Problem statement - Once the line containing "x[first + i] = s / panels[row + i];" is found, set down that line and each one after it exactly, through the end of the entries.

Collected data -
- - -
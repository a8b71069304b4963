/**
 * Multifrontal Cholesky factorisation (Duff and Reid 1983) and substitution.
 *
 * Nodes are visited bottom-up. A front is assembled from the node's triangles or from its children's border matrices,
 * its own unknowns are eliminated, and the remaining border matrix waits on a stack for the parent.
 */

import { MOST_OUTER, addElement } from "./assemble";
import type { LinearSystem } from "./system";
import { factorPanel, subtractBorder } from "./dense";
import { Interruption } from "./interruption";
import type { FrontStructure } from "./symbolic";

export interface Factor {
  readonly structure: FrontStructure;
  readonly panels: Float64Array;
}

/** Raised when a pivot is not positive: the matrix is numerically singular. */
export class SingularMatrixError extends Error {
  override readonly name = "SingularMatrixError";
}

/** Operations after which the caller is asked whether to go on: some milliseconds. */
const ASK_AFTER = 3e7;

export function factorise(system: LinearSystem, shouldStop: () => boolean = () => false): Factor {
  const { structure } = system;
  const { tree, ownFirst, borderStart, border, panelStart } = structure;
  const panels = new Float64Array(structure.factorSize);
  const stack = new Float64Array(structure.stackSize);
  const frontPlace = new Int32Array(structure.unknowns);
  const local = new Int32Array(MOST_OUTER);
  let top = 0;
  const interruption = new Interruption(shouldStop, ASK_AFTER);
  for (let node = 0; node < tree.nodeCount; node++) {
    const own = ownFirst[node + 1] - ownFirst[node];
    const rest = borderStart[node + 1] - borderStart[node];
    const at = panelStart[node];
    const a = tree.left[node];
    const b = tree.right[node];
    for (let i = 0; i < own; i++) frontPlace[ownFirst[node] + i] = i;
    for (let i = 0; i < rest; i++) frontPlace[border[borderStart[node] + i]] = own + i;
    const place = top;
    const size = rest * rest;
    stack.fill(0, place, place + size);
    let target = place;
    if (a < 0) {
      for (let k = tree.first[node]; k < tree.last[node]; k++) {
        addElement(system, tree.order[k], frontPlace, local, panels, at, own, stack, place, rest);
      }
    } else {
      const sizeA = (borderStart[a + 1] - borderStart[a]) ** 2;
      const sizeB = (borderStart[b + 1] - borderStart[b]) ** 2;
      target = place - sizeA - sizeB;
      extendAdd(structure, a, stack, target, frontPlace, panels, at, own, place, rest);
      extendAdd(structure, b, stack, target + sizeA, frontPlace, panels, at, own, place, rest);
    }
    interruption.spend((own + 3) * (own + rest) ** 2);
    if (own > 0) {
      if (!factorPanel(panels, at, own, own + rest)) throw new SingularMatrixError("pivot not positive");
      if (rest > 0) subtractBorder(panels, at, own, own + rest, stack, place);
    }
    if (target !== place) stack.copyWithin(target, place, place + size);
    top = target + size;
  }
  return { structure, panels };
}

/** Adds the border matrix of a child to the front of its parent. */
function extendAdd(
  structure: FrontStructure,
  child: number,
  stack: Float64Array,
  from: number,
  frontPlace: Int32Array,
  panels: Float64Array,
  at: number,
  own: number,
  place: number,
  rest: number,
): void {
  const start = structure.borderStart[child];
  const m = structure.borderStart[child + 1] - start;
  const { border } = structure;
  // Both lists ascend, so the child's unknowns that the parent eliminates come first.
  let inner = 0;
  while (inner < m && frontPlace[border[start + inner]] < own) inner++;
  for (let i = 0; i < m; i++) {
    const row = frontPlace[border[start + i]];
    const source = from + i * m;
    if (i < inner) {
      const to = at + row * own;
      for (let j = 0; j <= i; j++) panels[to + frontPlace[border[start + j]]] += stack[source + j];
    } else {
      const to = at + row * own;
      for (let j = 0; j < inner; j++) panels[to + frontPlace[border[start + j]]] += stack[source + j];
      const toBorder = place + (row - own) * rest - own;
      for (let j = inner; j <= i; j++) stack[toBorder + frontPlace[border[start + j]]] += stack[source + j];
    }
  }
}

/** Solves in place: `x` holds the right-hand side and then the solution, in elimination order. */
export function substitute(factor: Factor, x: Float64Array): void {
  const { panels, structure } = factor;
  const { tree, ownFirst, borderStart, border, panelStart } = structure;
  for (let node = 0; node < tree.nodeCount; node++) {
    const first = ownFirst[node];
    const own = ownFirst[node + 1] - first;
    if (own === 0) continue;
    let row = panelStart[node];
    for (let i = 0; i < own; i++, row += own) {
      let s = x[first + i];
      for (let j = 0; j < i; j++) s -= panels[row + j] * x[first + j];
      x[first + i] = s / panels[row + i];
    }
    for (let k = borderStart[node]; k < borderStart[node + 1]; k++, row += own) {
      let s = 0;
      for (let j = 0; j < own; j++) s += panels[row + j] * x[first + j];
      x[border[k]] -= s;
    }
  }
  for (let node = tree.nodeCount - 1; node >= 0; node--) {
    const first = ownFirst[node];
    const own = ownFirst[node + 1] - first;
    if (own === 0) continue;
    let row = panelStart[node] + own * own;
    for (let k = borderStart[node]; k < borderStart[node + 1]; k++, row += own) {
      const value = x[border[k]];
      if (value === 0) continue;
      for (let j = 0; j < own; j++) x[first + j] -= panels[row + j] * value;
    }
    for (let i = own - 1; i >= 0; i--) {
      const at = panelStart[node] + i * own;
      const value = x[first + i] / panels[at + i];
      x[first + i] = value;
      for (let j = 0; j < i; j++) x[first + j] -= panels[at + j] * value;
    }
  }
}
- - -
Answer space -
      x[first + i] = s / panels[row + i];
    }
    for (let k = borderStart[node]; k < borderStart[node + 1]; k++, row += own) {
      let s = 0;
      for (let j = 0; j < own; j++) s += panels[row + j] * x[first + j];
      x[border[k]] -= s;
    }
  }
  for (let node = tree.nodeCount - 1; node >= 0; node--) {
    const first = ownFirst[node];
    const own = ownFirst[node + 1] - first;
    if (own === 0) continue;
    let row = panelStart[node] + own * own;
    for (let k = borderStart[node]; k < borderStart[node + 1]; k++, row += own) {
      const value = x[border[k]];
      if (value === 0) continue;
      for (let j = 0; j < own; j++) x[first + j] -= panels[row + j] * value;
    }
    for (let i = own - 1; i >= 0; i--) {
      const at = panelStart[node] + i * own;
      const value = x[first + i] / panels[at + i];
      x[first + i] = value;
      for (let j = 0; j < i; j++) x[first + j] -= panels[at + j] * value;
    }
  }
}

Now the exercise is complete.